//! `bandwarden calibrate`: levels in dBm at the antenna port.
//!
//! With `--tone`, the input holds a generator tone of known power at each given frequency; the
//! whole input is averaged with a flat-top window (no scalloping loss, so the tone's bin reads
//! its power wherever it falls) and each tone's offset (dBm − dBFS) is written to a calibration
//! file. With `--terminated`, the input is the receiver with a matched load on its antenna port:
//! its noise floor, calibrated, is the receiver's own noise referred to its input, and the noise
//! figure is that against kT0 (see [`crate::measure::calibration`]).

use crate::cli::calibrate::CalibrateTask;
use crate::cli::CalibrateConfig;
use crate::dsp::Spectrum;
use crate::measure::calibration::{kt_dbm_per_hz, noise_figure_db, tone_dbfs};
use crate::measure::calibration::{CalPoint, Calibration};
use crate::measure::noise_floor;
use crate::output::report::whole::WholeInput;
use crate::output::sink;
use crate::pipeline::{open_input, run_to_end, Run, RunSpec};
use crate::source::reader::ReaderOptions;
use crate::source::sanitize;
use crate::units::{db, format_hz};
use anyhow::{bail, Result};
use std::io::Write;
use std::process::ExitCode;

/// A tone this far above the noise in its bin reads within 10·log10(1 + 10^(−2)) = 0.04 dB.
const MIN_TONE_SNR_DB: f64 = 20.0;

/// A tone this close to full scale may be clipped by the converter (and read low).
const MAX_TONE_DBFS: f64 = -6.0;

pub fn run(cfg: CalibrateConfig) -> Result<ExitCode> {
    let src = open_input(&cfg.input)?;
    let info = src.info().clone();
    let label = sanitize(&info.label);
    if info.tuning.is_some() {
        // A tone calibration reads one generator tone at one tuning; a sweep's steps each have
        // a gain of their own.
        bail!(
            "'{label}' was retuned (several centres): a calibration measures a tone at one tuning, and each step of a sweep has its own receiver gain; record the tone (or the terminated input) at one centre, or pick one capture with --segment N"
        );
    }
    let max_samples = cfg.seconds.map(|s| (s * info.sample_rate_hz).round() as u64);
    let spec = RunSpec::new(info.clone(), cfg.dsp.engine(None), cfg.dsp.threads);
    let mut whole = WholeInput::new(0);
    let opts = ReaderOptions { max_samples, ..Default::default() };
    let outcome = run_to_end(src, opts, Run::new(spec, vec![&mut whole]), None)?;
    outcome.conclude(&info.label)?;
    let Some(spectrum) = whole.average(cfg.dsp.hop()) else {
        bail!(
            "the input '{label}' holds {} samples, fewer than one FFT frame of {}; record longer or use a smaller --fft",
            whole.samples,
            cfg.dsp.fft_size
        );
    };
    let floor = noise_floor(&spectrum.psd, spectrum.dof);
    let text = match &cfg.task {
        CalibrateTask::Tones { tones, out } => {
            let cal = measure_tones(&spectrum, floor, tones, &label, out)?;
            let mut file = sink::open(out, false, "calibration")?.out;
            file.write_all(cal.to_toml().as_bytes())?;
            file.flush()?;
            tone_table(&cal, out)
        }
        CalibrateTask::NoiseFigure(cal) => noise_figure(&spectrum, floor, cal)?,
    };
    let mut out = sink::open("-", false, "calibration")?.out;
    out.write_all(text.as_bytes())?;
    out.flush()?;
    Ok(ExitCode::SUCCESS)
}

/// Each tone's offset, refusing a tone not found, buried in noise or near full scale.
fn measure_tones(
    spec: &Spectrum,
    floor: f64,
    tones: &[(f64, f64)],
    label: &str,
    out: &str,
) -> Result<Calibration> {
    let (lo, hi) = spec.span_hz();
    let mut points = Vec::new();
    for &(freq_hz, dbm) in tones {
        if freq_hz < lo || freq_hz > hi {
            bail!(
                "the tone at {} lies outside what '{label}' covers ({} .. {}); check --tone and --center",
                format_hz(freq_hz),
                format_hz(lo),
                format_hz(hi)
            );
        }
        // A generator off by 20 ppm, or a few bins, is still found (common practice).
        let search = (freq_hz.abs() * 20e-6).max(10.0 * spec.rbw_hz);
        let Some(dbfs) = tone_dbfs(spec, freq_hz, search) else {
            bail!("no spectrum around {} in '{label}'", format_hz(freq_hz));
        };
        let snr = dbfs - db(floor * spec.rbw_hz);
        if snr < MIN_TONE_SNR_DB {
            bail!(
                "the tone at {} stands only {snr:.1} dB above the noise in '{label}' (at least {MIN_TONE_SNR_DB} dB is needed to read it to 0.1 dB); raise the generator's level or check its frequency",
                format_hz(freq_hz)
            );
        }
        if dbfs > MAX_TONE_DBFS {
            bail!(
                "the tone at {} reads {dbfs:.2} dBFS, within {} dB of full scale, where the converter may clip; lower the generator's level",
                format_hz(freq_hz),
                -MAX_TONE_DBFS
            );
        }
        // The generator's frequency, as given: the point belongs to it, not to an FFT bin.
        points.push(CalPoint {
            freq_hz,
            offset_db: ((dbm - dbfs) * 1000.0).round() / 1000.0,
            tone_dbm: Some(dbm),
            measured_dbfs: Some((dbfs * 1000.0).round() / 1000.0),
        });
    }
    Calibration::from_points(points, format!("file {}", sanitize(out)))
}

fn tone_table(cal: &Calibration, out: &str) -> String {
    let mut s =
        format!("{:>18}  {:>10}  {:>12}  {:>10}\n", "tone", "dBm", "read dBFS", "offset dB");
    for p in cal.points() {
        s += &format!(
            "{:>18}  {:>10.2}  {:>12.2}  {:>10.2}\n",
            format_hz(p.freq_hz),
            p.tone_dbm.unwrap_or(f64::NAN),
            p.measured_dbfs.unwrap_or(f64::NAN),
            p.offset_db
        );
    }
    s + &format!("written to {}; dBm = dBFS + offset\n", sanitize(out))
}

/// The noise figure the terminated input's floor implies; refuses one below 0 dB (impossible).
fn noise_figure(spec: &Spectrum, floor: f64, cal: &Calibration) -> Result<String> {
    let offset = cal.offset_db(spec.center_hz);
    let n0_dbfs = db(floor);
    let n0_dbm = n0_dbfs + offset;
    let nf = noise_figure_db(n0_dbm);
    if nf < 0.0 {
        bail!(
            "the floor reads {n0_dbm:.2} dBm/Hz, below kT at 290 K ({:.2} dBm/Hz): a noise figure of {nf:.2} dB, which no receiver has; the calibration ({}) reads levels too low, or the input's noise is not the receiver's own",
            kt_dbm_per_hz(290.0),
            cal.origin
        );
    }
    Ok(format!(
        "floor      {n0_dbfs:.2} dBFS/Hz = {n0_dbm:.2} dBm/Hz at the antenna port (offset {offset:.2} dB, {})\n\
         kT0        {:.2} dBm/Hz (290 K)\n\
         noise figure {nf:.2} dB (NF = N0 - kT0; Friis 1944)\n",
        cal.origin,
        kt_dbm_per_hz(290.0)
    ))
}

########

Your instructions:
Search the data above for the word "record". Copy each line it is in.

Solution for this task:
            "'{label}' was retuned (several centres): a calibration measures a tone at one tuning, and each step of a sweep has its own receiver gain; record the tone (or the terminated input) at one centre, or pick one capture with --segment N"
            "the input '{label}' holds {} samples, fewer than one FFT frame of {}; record longer or use a smaller --fft",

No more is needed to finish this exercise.